── PROVIDED DATA

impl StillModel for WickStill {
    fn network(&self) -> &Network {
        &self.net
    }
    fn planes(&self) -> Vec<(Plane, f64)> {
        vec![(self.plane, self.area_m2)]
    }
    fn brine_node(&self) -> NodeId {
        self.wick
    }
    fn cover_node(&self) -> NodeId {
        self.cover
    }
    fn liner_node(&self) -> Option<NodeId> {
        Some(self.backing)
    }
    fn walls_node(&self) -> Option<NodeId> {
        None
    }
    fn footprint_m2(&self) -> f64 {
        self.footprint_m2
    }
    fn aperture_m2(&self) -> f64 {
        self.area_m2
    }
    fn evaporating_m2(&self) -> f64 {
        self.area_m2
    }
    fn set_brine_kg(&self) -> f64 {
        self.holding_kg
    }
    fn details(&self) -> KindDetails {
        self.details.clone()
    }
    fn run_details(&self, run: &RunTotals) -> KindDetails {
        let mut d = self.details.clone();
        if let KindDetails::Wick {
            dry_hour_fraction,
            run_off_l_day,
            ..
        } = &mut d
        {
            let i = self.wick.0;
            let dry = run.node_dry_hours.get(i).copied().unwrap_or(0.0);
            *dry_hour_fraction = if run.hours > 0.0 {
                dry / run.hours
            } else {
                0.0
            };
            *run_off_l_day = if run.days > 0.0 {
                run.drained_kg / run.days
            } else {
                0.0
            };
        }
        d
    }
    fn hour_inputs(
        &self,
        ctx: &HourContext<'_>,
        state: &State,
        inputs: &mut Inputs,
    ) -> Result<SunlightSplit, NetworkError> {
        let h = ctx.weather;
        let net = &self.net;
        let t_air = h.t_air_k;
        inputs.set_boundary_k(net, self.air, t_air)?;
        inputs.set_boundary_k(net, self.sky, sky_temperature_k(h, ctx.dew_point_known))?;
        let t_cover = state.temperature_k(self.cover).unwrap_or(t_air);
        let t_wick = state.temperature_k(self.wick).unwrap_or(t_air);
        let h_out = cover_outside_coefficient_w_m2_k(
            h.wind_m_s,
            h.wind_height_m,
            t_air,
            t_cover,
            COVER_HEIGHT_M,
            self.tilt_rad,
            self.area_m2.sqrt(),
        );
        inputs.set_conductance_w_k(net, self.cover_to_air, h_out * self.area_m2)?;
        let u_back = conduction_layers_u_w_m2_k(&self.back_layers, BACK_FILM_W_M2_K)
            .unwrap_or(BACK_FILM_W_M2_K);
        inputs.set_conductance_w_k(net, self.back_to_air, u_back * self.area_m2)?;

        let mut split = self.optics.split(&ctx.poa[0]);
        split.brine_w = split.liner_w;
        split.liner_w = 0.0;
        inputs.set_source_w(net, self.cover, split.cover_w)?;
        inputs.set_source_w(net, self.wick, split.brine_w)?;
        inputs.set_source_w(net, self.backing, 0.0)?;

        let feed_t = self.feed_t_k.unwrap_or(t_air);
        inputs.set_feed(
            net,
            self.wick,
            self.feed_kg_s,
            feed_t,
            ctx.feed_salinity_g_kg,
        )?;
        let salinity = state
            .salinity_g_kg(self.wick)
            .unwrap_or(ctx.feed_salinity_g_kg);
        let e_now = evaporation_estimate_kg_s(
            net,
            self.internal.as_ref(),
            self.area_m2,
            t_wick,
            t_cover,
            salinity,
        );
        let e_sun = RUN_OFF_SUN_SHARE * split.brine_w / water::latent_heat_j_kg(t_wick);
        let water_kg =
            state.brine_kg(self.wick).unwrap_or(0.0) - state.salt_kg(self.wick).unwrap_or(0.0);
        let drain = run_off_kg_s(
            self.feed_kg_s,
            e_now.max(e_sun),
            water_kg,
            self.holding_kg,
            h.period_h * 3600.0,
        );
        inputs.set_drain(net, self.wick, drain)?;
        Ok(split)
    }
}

────

== ACTION ITEM ==
For each line of the entries that includes "KindDetails", show that line.

== EXERCISE OUTPUT ==
    fn details(&self) -> KindDetails {
    fn run_details(&self, run: &RunTotals) -> KindDetails {
        if let KindDetails::Wick {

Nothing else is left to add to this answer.